О том, что Феодора во время своего пребывания в Константинополе завязала знакомство с александрийским патриархом Тимофеем, сообщает Иоанн Никиуский[541]. В случае Иоанна Никиуского речь идет о достаточно позднем источнике, который совершенно лишен самостоятельности в описании событий первой половины VI в. Кроме того, именно коптская (и в еще большей степени — эфиопская) традиция имеет обыкновение при описании исторических событий прибегать хотя и к благочестивым, однако абсолютно нелепым легендам[542].
Пристрастие Феодоры к богословию в отсутствие подтверждающих источников приходится, к сожалению, считать полностью выдуманным. Единственное, что можно в этой связи упомянуть, так это несколько богословских сочинений, которые посвящены или адресованы Феодоре их авторами.
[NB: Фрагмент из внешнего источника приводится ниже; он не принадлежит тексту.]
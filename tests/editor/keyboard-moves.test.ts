// The canvas's pointer actions by keyboard (WCAG 2.2 SC 2.1.1 Keyboard: all functionality
// operable through a keyboard): selecting, nudging, panning and placing an exclusion.
import { describe, expect, it } from 'vitest';
import { createEditor } from '../../src/editor/create-editor';
import { addExclusionAtViewCentre } from '../../src/editor/keyboard-moves';
import { rectPlan } from './fixtures';

const camera = { zoom: 0.1, panX: 0, panY: 0 };
const press = (ed: ReturnType<typeof createEditor>, key: string, shift = false) => ed.keyDown({ key, shift });

describe('keyboard moves on the plan', () => {
  it('steps through the corners with ] and [ and nudges the selected one 10 mm, or 100 mm with Shift, each an undoable step', () => {
    const ed = createEditor(rectPlan(), { camera, step: 'outline' });
    expect(press(ed, ']')).toBe(true);
    expect(ed.store.getState().session.selection).toEqual({ kind: 'corner', index: 0 });
    press(ed, ']');
    press(ed, ']');
    expect(ed.store.getState().session.selection).toEqual({ kind: 'corner', index: 2 });
    press(ed, '[');
    expect(ed.store.getState().session.selection).toEqual({ kind: 'corner', index: 1 });
    // From the last corner, ] comes round to the first.
    ed.store.setSession({ selection: { kind: 'corner', index: 3 } });
    press(ed, ']');
    expect(ed.store.getState().session.selection).toEqual({ kind: 'corner', index: 0 });

    ed.store.setSession({ selection: { kind: 'corner', index: 1 } }); // (8400, 0)
    press(ed, 'ArrowRight');
    press(ed, 'ArrowDown', true);
    expect(ed.store.getState().plan.outline[1]).toEqual([8410, 100]);
    ed.store.undo();
    expect(ed.store.getState().plan.outline[1]).toEqual([8410, 0]);
  });

  it('moves the selected exclusion with the arrows, and pans the view when nothing is selected', () => {
    const ed = createEditor(rectPlan(), { camera, step: 'exclusions' });
    press(ed, ']');
    expect(ed.store.getState().session.selection).toEqual({ kind: 'exclusion', index: 0 });
    press(ed, 'ArrowLeft', true);
    press(ed, 'ArrowUp');
    expect(ed.store.getState().plan.exclusions[0]).toMatchObject({
      polygon: [
        [400, 490],
        [1600, 490],
        [1600, 1390],
        [400, 1390],
      ],
    });

    ed.store.setSession({ selection: null });
    const moved = ed.store.getState().plan;
    const before = ed.store.getState().session.camera;
    press(ed, 'ArrowRight');
    const after = ed.store.getState().session.camera;
    // The view moves right by a tenth of its 800 px width: the plan slides 80 px left.
    expect(after.panX).toBe(before.panX - 80);
    expect(after.panY).toBe(before.panY);
    expect(ed.store.getState().plan).toBe(moved);
  });

  it('places an exclusion of the chosen kind at the middle of the view and selects it', () => {
    const ed = createEditor(rectPlan(), { camera, step: 'exclusions', exclusionKind: 'hatch' });
    // 800 × 600 px at 0.1 px/mm: the middle is (4000, 3000) mm.
    expect(addExclusionAtViewCentre(ed.store)).toBe(true);
    const { plan, session } = ed.store.getState();
    expect(plan.exclusions).toHaveLength(3);
    expect(plan.exclusions[2]).toMatchObject({
      kind: 'hatch',
      polygon: [
        [3700, 2700],
        [4300, 2700],
        [4300, 3300],
        [3700, 3300],
      ],
    });
    expect(session.selection).toEqual({ kind: 'exclusion', index: 2 });
    ed.store.setSession({ exclusionKind: 'downlight' });
    addExclusionAtViewCentre(ed.store);
    expect(ed.store.getState().plan.exclusions[3]).toEqual({ kind: 'downlight', at: [4000, 3000] });
  });

  it('leaves a read-only plan where it is: the arrows only pan', () => {
    const ed = createEditor(rectPlan(), { camera, step: 'outline', selection: { kind: 'corner', index: 0 } }, { readOnly: true });
    press(ed, 'ArrowRight');
    expect(ed.store.getState().plan).toEqual(rectPlan());
    expect(ed.store.getState().session.camera.panX).toBe(-80);
  });
});
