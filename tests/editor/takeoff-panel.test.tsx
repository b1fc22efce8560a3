// @vitest-environment happy-dom
import fs from 'node:fs';
import path from 'node:path';
import { afterEach, describe, expect, it } from 'vitest';
import { cleanup, render, screen } from '@testing-library/react';
import { TakeoffPanel } from '../../src/editor/ui/takeoff-panel';
import { planSchema } from '../../shared/plan/plan-schema';
import { computeTakeoff } from '../../shared/takeoff/compute-takeoff';
import { parseProductCatalogue } from '../../shared/takeoff/products';

const examples = path.join(__dirname, '..', '..', 'examples');
const plan = planSchema.parse(JSON.parse(fs.readFileSync(path.join(examples, 'rectangle.json'), 'utf8')));
const products = parseProductCatalogue(JSON.parse(fs.readFileSync(path.join(examples, 'products.json'), 'utf8')));
const runWith = (fuelPriceMinorPerKwh: number) => ({
  takeoff: computeTakeoff(plan, { products, settings: { fuelPriceMinorPerKwh } }),
  errors: [],
  warnings: [],
  elapsedMs: 1,
});

afterEach(cleanup);

describe('takeoff panel saving row', () => {
  it('shows the yearly saving in kWh and money when a fuel price is known', () => {
    render(<TakeoffPanel run={runWith(7)} units="metric" />);
    expect(screen.getByTestId('saving').textContent).toMatch(/^\d+ kWh · £/);
  });

  it('shows kWh only to a viewer given no fuel price (installers), never a £0 saving', () => {
    render(<TakeoffPanel run={runWith(0)} units="metric" />);
    expect(screen.getByTestId('saving').textContent).toMatch(/^\d+ kWh$/);
  });
});
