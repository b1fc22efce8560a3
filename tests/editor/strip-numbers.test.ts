// Strip numbers on the editor canvas: base and cross numbers never overlap (they did: the cross
// layer's were only nudged 12 px off their own label points, onto the base layer's numbers).
import fs from 'node:fs';
import path from 'node:path';
import { describe, expect, it } from 'vitest';
import { planSchema } from '../../shared/plan/plan-schema';
import { computeTakeoff } from '../../shared/takeoff/compute-takeoff';
import { parseProductCatalogue } from '../../shared/takeoff/products';
import { placeStripNumbers, type PlacedNumber } from '../../src/editor/canvas/place-strip-numbers';
import { fitCamera } from '../../src/editor/geometry/coords';
import { toDrawnTakeoff } from '../../src/editor/takeoff/to-drawn';

const examples = path.join(__dirname, '..', '..', 'examples');
const read = (f: string) => JSON.parse(fs.readFileSync(path.join(examples, f), 'utf8'));
// 10 px JetBrains Mono is about 6 px a digit; the test's measure errs wide.
const measure = (t: string) => t.length * 6.5;

const overlapping = (boxes: PlacedNumber[]) => {
  const pairs: [string, string][] = [];
  boxes.forEach((a, i) =>
    boxes.slice(i + 1).forEach((b) => {
      if (Math.abs(a.x - b.x) * 2 < a.w + b.w && Math.abs(a.y - b.y) * 2 < a.h + b.h) pairs.push([`${a.role} ${a.text}`, `${b.role} ${b.text}`]);
    }),
  );
  return pairs;
};

describe('strip numbers', () => {
  for (const [file, w, h] of [
    ['l-shape.json', 1120, 657],
    ['l-shape.json', 704, 470],
    ['l-shape.json', 672, 317],
    ['t-shape-chimney.json', 1120, 657],
    ['rectangle.json', 704, 470],
  ] as const) {
    it(`${file} at ${w} × ${h}: no two numbers overlap, and most strips are numbered`, () => {
      const plan = planSchema.parse(read(file));
      const t = computeTakeoff(plan, { products: parseProductCatalogue(read('products.json')) });
      const drawn = toDrawnTakeoff(t);
      expect(drawn.layers.map((l) => l.role)).toContain('cross');
      const cam = fitCamera(plan.outline, w, h);
      const placed = placeStripNumbers(drawn.layers, cam, measure);
      expect(overlapping(placed)).toEqual([]);
      const strips = drawn.layers.reduce((n, l) => n + l.strips.length, 0);
      expect(placed.length / strips).toBeGreaterThanOrEqual(0.6);
    });
  }

  it.each([
    ['t-shape-chimney.json', 1120, 657],
    ['l-shape.json', 672, 317], // the tablet canvas
  ] as const)('the old placement (cross numbers 12 px off their label points) overlapped: %s at %i × %i', (file, w, h) => {
    const plan = planSchema.parse(read(file));
    const drawn = toDrawnTakeoff(computeTakeoff(plan, { products: parseProductCatalogue(read('products.json')) }));
    const cam = fitCamera(plan.outline, w, h);
    const old: PlacedNumber[] = drawn.layers.flatMap((l) =>
      l.strips.map((s) => {
        const off = l.role === 'base' ? 0 : 12;
        return {
          x: s.labelAt[0] * cam.zoom + cam.panX + off,
          y: s.labelAt[1] * cam.zoom + cam.panY + off,
          w: measure(String(s.number)) + 4,
          h: 13,
          text: String(s.number),
          role: l.role,
        };
      }),
    );
    expect(overlapping(old).length).toBeGreaterThan(0);
  });
});
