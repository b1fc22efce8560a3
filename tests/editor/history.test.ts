import { describe, expect, it } from 'vitest';
import { cmd, moveCorner, setEavesGap, toggleEaves } from '../../src/editor/commands';
import { createEditorStore } from '../../src/editor/store/editor-store';
import { rectPlan } from './fixtures';

describe('undo history', () => {
  it('undoes and redoes a series of changes in order', () => {
    const store = createEditorStore(rectPlan());
    const p0 = store.getState().plan;
    store.dispatch(cmd('gap', setEavesGap, { gapMm: 25 }));
    const p1 = store.getState().plan;
    store.dispatch(cmd('eaves', toggleEaves, { edge: 1 }));
    const p2 = store.getState().plan;
    store.undo();
    expect(store.getState().plan).toBe(p1);
    store.undo();
    expect(store.getState().plan).toBe(p0);
    expect(store.undo()).toBe(false);
    store.redo();
    store.redo();
    expect(store.getState().plan).toBe(p2);
    expect(store.redo()).toBe(false);
  });

  it('a selection change does not clear redo; a plan change does', () => {
    const store = createEditorStore(rectPlan());
    store.dispatch(cmd('gap', setEavesGap, { gapMm: 25 }));
    store.undo();
    store.setSession({ selection: { kind: 'corner', index: 2 } });
    expect(store.getState().redoStack).toHaveLength(1);
    store.dispatch(cmd('eaves', toggleEaves, { edge: 1 }));
    expect(store.getState().redoStack).toHaveLength(0);
  });

  it('squashes a gesture into one entry and cancel restores the start', () => {
    const store = createEditorStore(rectPlan());
    const p0 = store.getState().plan;
    for (let y = 5300; y <= 6000; y += 100) {
      store.dispatch(cmd('move', moveCorner, { index: 2, to: [8400, y] }), { history: 'gesture' });
    }
    expect(store.getState().undoStack).toHaveLength(0);
    store.endGesture();
    expect(store.getState().undoStack).toHaveLength(1);
    expect(store.getState().plan.outline[2]).toEqual([8400, 6000]);
    store.undo();
    expect(store.getState().plan).toBe(p0);

    store.dispatch(cmd('move', moveCorner, { index: 2, to: [9000, 9000] }), { history: 'gesture' });
    store.cancelGesture();
    expect(store.getState().plan).toBe(p0);
    expect(store.getState().redoStack).toHaveLength(1); // a cancelled gesture changed nothing
  });

  it('a command that changes nothing records nothing', () => {
    const store = createEditorStore(rectPlan());
    store.dispatch({ label: 'noop', apply: (p) => p });
    expect(store.getState().undoStack).toHaveLength(0);
  });

  it('loading a plan without history clears both stacks', () => {
    const store = createEditorStore(rectPlan());
    store.dispatch(cmd('gap', setEavesGap, { gapMm: 25 }));
    store.dispatch({ label: 'load', apply: () => rectPlan() }, { history: 'none' });
    expect(store.getState().undoStack).toHaveLength(0);
    expect(store.getState().plan.eavesGapMm).toBe(50);
  });
});
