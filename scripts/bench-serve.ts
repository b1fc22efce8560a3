/**
 * Serving speed of the compiled server (a script that prints numbers, not a test):
 *   npm run bench:serve [-- --seconds 8 --rates 50,100,200 --connections 10 --instances 1,2 --profile
 *                          --only bare,jobs,plan --base <another build's dist-server/index.js> --repeat 3
 *                          --node-args "--trace-gc"]
 * Builds dist-server/ if stale, makes a database of its own on the project cluster (quiltline_bench)
 * with the demo data, starts the server as plain `node` processes (one, then two on the same
 * database, connections spread round-robin by autocannon) and, beside them, a bare Express handler
 * that answers the same bytes as the plan read. Drives GET /api/jobs and GET /api/spaces/:id/plan
 * signed in as the demo office user at fixed rates (paced evenly, open loop: scripts/paced-load.ts)
 * and flat out (autocannon), and prints requests/s and p99 with their ratio to the bare handler in
 * the same run. --profile writes a V8 CPU profile of each server
 * process into test-output/cpu-profiles/ (open in Chrome DevTools). --base runs a second build (copy
 * an older dist-server/ under the repository, e.g. test-output/, so it finds node_modules) beside
 * this one, checks both answer every demo plan read and a range of job-list pages byte for byte as
 * each role, and measures both in the same run. Run on an otherwise idle machine.
 */
import { spawn, type ChildProcess } from 'node:child_process';
import { randomBytes } from 'node:crypto';
import fs from 'node:fs';
import { createServer } from 'node:net';
import { loadavg } from 'node:os';
import path from 'node:path';
import autocannon from 'autocannon';
import { DEMO_PASSWORD } from '../server/db/seeders/demo';
import { medianOf, printTable, type Row } from './bench-serve-table';
import { pacedLoad } from './paced-load';
import { clusterTicks, cpuTicks, TICKS_PER_SECOND } from './proc-cpu';
import { buildServer } from './server-build.mjs';
import { REPO_ROOT, databaseUrl, dropDatabase, ensureDatabase, ensurePgRunning, stopPg } from './pg.mjs';

const arg = (name: string, fallback: string) => {
  const i = process.argv.indexOf(`--${name}`);
  return i > 0 ? process.argv[i + 1] : fallback;
};
const seconds = Number(arg('seconds', '8'));
const rates = arg('rates', '50,100,200').split(',').map(Number);
const connections = Number(arg('connections', '10'));
const instanceCounts = arg('instances', '1,2').split(',').map(Number);
const profile = process.argv.includes('--profile');
// --node-args "--trace-gc --max-semi-space-size=32": extra flags for the servers' node (NODE_OPTIONS refuses some, --trace-gc among them).
const nodeArgs = arg('node-args', '').split(' ').filter(Boolean);
// --repeat n: rounds per rate, targets interleaved; the table shows medians.
const repeat = Number(arg('repeat', '1'));
// --base <dist-server/index.js of another build>: its servers run beside this build's on the same
// database and are measured in the same run, so a change is judged old against new, not run against run.
const baseMain = arg('base', '');
// --only bare,jobs,plan: which targets to drive (all by default).
const only = arg('only', 'bare,jobs,plan').split(',');
const DB = 'quiltline_bench';
// Every instance signs cookies with the same secret, so a session made on one works on the other.
const SESSION_SECRET = randomBytes(24).toString('hex');
const PROFILE_DIR = path.join(REPO_ROOT, 'test-output', 'cpu-profiles');

async function freePort(): Promise<number> {
  return new Promise((resolve, reject) => {
    const s = createServer();
    s.once('error', reject);
    s.listen(0, '127.0.0.1', () => {
      const { port } = s.address() as { port: number };
      s.close(() => resolve(port));
    });
  });
}

const children: ChildProcess[] = [];

function startProcess(args: string[], env: NodeJS.ProcessEnv, logName: string): ChildProcess {
  const log = fs.openSync(path.join(REPO_ROOT, 'test-output', `${logName}.log`), 'w');
  const child = spawn(process.execPath, args, { cwd: REPO_ROOT, env, stdio: ['ignore', log, log] });
  children.push(child);
  return child;
}

async function waitUntil(url: string, child: ChildProcess) {
  for (const started = Date.now(); Date.now() - started < 120_000;) {
    if (child.exitCode !== null) throw new Error(`${url}: the process exited (${child.exitCode}); see test-output/`);
    const ok = await fetch(url).then(
      (r) => r.ok,
      () => false,
    );
    if (ok) return;
    await new Promise((r) => setTimeout(r, 200));
  }
  throw new Error(`${url} did not answer within 2 minutes`);
}

async function stopProcess(child: ChildProcess) {
  if (child.exitCode !== null || child.signalCode !== null) return;
  await new Promise((resolve) => {
    child.once('exit', resolve);
    child.kill('SIGTERM');
  });
}

/** The compiled API server in production mode on the bench database. */
async function startServer(n: number | string, opts: { seed: boolean; serverMain: string; db: string }) {
  const port = await freePort();
  const args = ['--enable-source-maps'];
  if (profile) args.push('--cpu-prof', `--cpu-prof-dir=${PROFILE_DIR}`);
  args.push(...nodeArgs);
  const child = startProcess(
    [...args, opts.serverMain],
    {
      ...process.env,
      NODE_ENV: 'production',
      PORT: String(port),
      HOST: '127.0.0.1',
      DATABASE_URL: opts.db,
      SESSION_SECRET,
      // Nothing is mailed during the bench; a port with no server keeps the worker idle.
      SMTP_URL: 'smtp://127.0.0.1:9',
      SEED_DEMO: opts.seed ? '1' : '0',
      LOGIN_RATE_LIMIT: '1000',
      LOG_LEVEL: process.env.LOG_LEVEL ?? 'info',
    },
    `bench-server-${n}`,
  );
  const base = `http://127.0.0.1:${port}`;
  await waitUntil(`${base}/api/ready`, child);
  return { base, child };
}

/** A bare Express handler answering `body` as JSON: the ceiling of this machine and Express. */
async function startBare(n: number, bodyFile: string) {
  const port = await freePort();
  const code = `
    const express = require('express');
    const body = JSON.parse(require('fs').readFileSync(${JSON.stringify(bodyFile)}, 'utf8'));
    const app = express();
    app.get('/bare', (_req, res) => res.json(body));
    app.get('/ready', (_req, res) => res.json({ ok: true }));
    app.listen(${port}, '127.0.0.1');
    process.on('SIGTERM', () => process.exit(0));`;
  const child = startProcess(['-e', code], process.env, `bench-bare-${n}`);
  const base = `http://127.0.0.1:${port}`;
  await waitUntil(`${base}/ready`, child);
  return { base, child };
}

async function signIn(base: string, email = 'office@demo.example.com'): Promise<string> {
  const res = await fetch(`${base}/api/auth/login`, {
    method: 'POST',
    headers: { 'content-type': 'application/json' },
    body: JSON.stringify({ email, password: DEMO_PASSWORD }),
  });
  if (!res.ok) throw new Error(`sign-in answered ${res.status}`);
  return res.headers
    .getSetCookie()
    .map((c) => c.split(';')[0])
    .join('; ');
}

async function getJson<T>(url: string, cookie: string): Promise<{ body: T; bytes: number }> {
  const res = await fetch(url, { headers: { cookie } });
  const text = await res.text();
  if (!res.ok) throw new Error(`GET ${url} answered ${res.status}: ${text.slice(0, 200)}`);
  return { body: JSON.parse(text) as T, bytes: Buffer.byteLength(text) };
}

/** A space of the demo company with a saved plan (the editor's read). */
async function findPlanSpace(base: string, cookie: string): Promise<string> {
  const { body } = await getJson<{ jobs: Array<{ spaces: Array<{ id: string }> }> }>(`${base}/api/jobs?limit=100`, cookie);
  for (const job of body.jobs) {
    for (const space of job.spaces) {
      const { body: plan } = await getJson<{ revision: number }>(`${base}/api/spaces/${space.id}/plan`, cookie);
      if (plan.revision > 0) return space.id;
    }
  }
  throw new Error('no demo space has a saved plan');
}

/** Both builds' answer to one GET as `status body`; a difference is written out and stops the run. */
async function sameAnswer(base: string, other: string, url: string, cookie: string, role: string): Promise<string> {
  const [a, b] = await Promise.all(
    [base, other].map(async (server) => {
      const res = await fetch(`${server}${url}`, { headers: { cookie } });
      return `${res.status} ${await res.text()}`;
    }),
  );
  if (a !== b) {
    fs.writeFileSync(path.join(REPO_ROOT, 'test-output', 'bench-answer-this.txt'), a);
    fs.writeFileSync(path.join(REPO_ROOT, 'test-output', 'bench-answer-base.txt'), b);
    throw new Error(`GET ${url} as ${role}: this build and --base answer differently (test-output/bench-answer-*.txt)`);
  }
  return a;
}

// Job-list queries whose answers must match: every sort both ways, searches (a reference, a
// customer, a town, LIKE's own characters), a stage and an installer filter, each followed page by
// page through its cursors.
function jobListQueries(installerId: string): string[] {
  const sorts = ['updated', 'created', 'stage', 'customer', 'installDate'].flatMap((sort) => ['asc', 'desc'].map((dir) => `sort=${sort}&dir=${dir}`));
  const searches = [
    'q=JOB',
    'q=demo',
    'q=e',
    'q=%25',
    'q=_',
    'q=nothing-matches-this',
    'stage=surveyed',
    'stage=quoted&sort=customer&dir=asc',
    `installerId=${installerId}`,
  ];
  return [...sorts, ...searches].map((q) => `${q}&limit=2`);
}

/**
 * The comparison with --base means something only when both builds answer the same: every demo
 * space's plan read, as each demo role (prices stripped for the installer, 404 where not assigned),
 * and the jobs list for a range of sorts, searches, filters and cursors, byte for byte with the
 * same status.
 */
async function sameAnswers(base: string, other: string, officeCookie: string) {
  const { body } = await getJson<{ jobs: Array<{ spaces: Array<{ id: string }>; assignedInstaller: { id: string } | null }> }>(
    `${base}/api/jobs?limit=100`,
    officeCookie,
  );
  const spaceIds = body.jobs.flatMap((j) => j.spaces.map((s) => s.id));
  const installerId = body.jobs.find((j) => j.assignedInstaller)?.assignedInstaller?.id ?? '00000000-0000-4000-8000-000000000000';
  let plans = 0;
  let lists = 0;
  for (const role of ['office', 'estimator', 'installer']) {
    const cookie = await signIn(base, `${role}@demo.example.com`);
    for (const id of spaceIds) {
      await sameAnswer(base, other, `/api/spaces/${id}/plan`, cookie, role);
      plans++;
    }
    for (const q of jobListQueries(installerId)) {
      let cursor: string | null = null;
      do {
        const answer = await sameAnswer(base, other, `/api/jobs?${q}${cursor ? `&cursor=${encodeURIComponent(cursor)}` : ''}`, cookie, role);
        lists++;
        const page = answer.startsWith('200 ') ? (JSON.parse(answer.slice(4)) as { nextCursor: string | null }) : null;
        cursor = page?.nextCursor ?? null;
      } while (cursor);
    }
  }
  console.log(`same answers from both builds: ${plans} plan reads (${spaceIds.length} spaces × 3 roles), ${lists} job-list pages`);
}

// autocannon spreads connections round-robin over several URLs (connection i → urls[i % n]); its
// types only declare one.
const over = (urls: string[]) => urls as unknown as string;

interface Target {
  name: string;
  urls: string[];
  cookie: string;
  /** The processes answering (their CPU time is read around each run). */
  pids: number[];
}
Эти посвящения, однако, никоим образом не означают, что авторы непременно рассчитывали на то, что их произведения будут прочитаны и усвоены адресатом[543]. И все же антихалкидониты называли Феодору «наша царица»[544], утверждая, что, «по всей видимости, [она] была назначена царицей Богом с тем, чтобы быть гонимым защитой от тяжелых времен»[545].
Однако здесь еще раз следует указать на тот факт, что в случае этих легенд речь идет о сравнительно позднем предании. Современникам, а особенно таким прекрасно информированным, как Иоанн Эфесский, происхождение и прошлое Феодоры были хорошо известны[546].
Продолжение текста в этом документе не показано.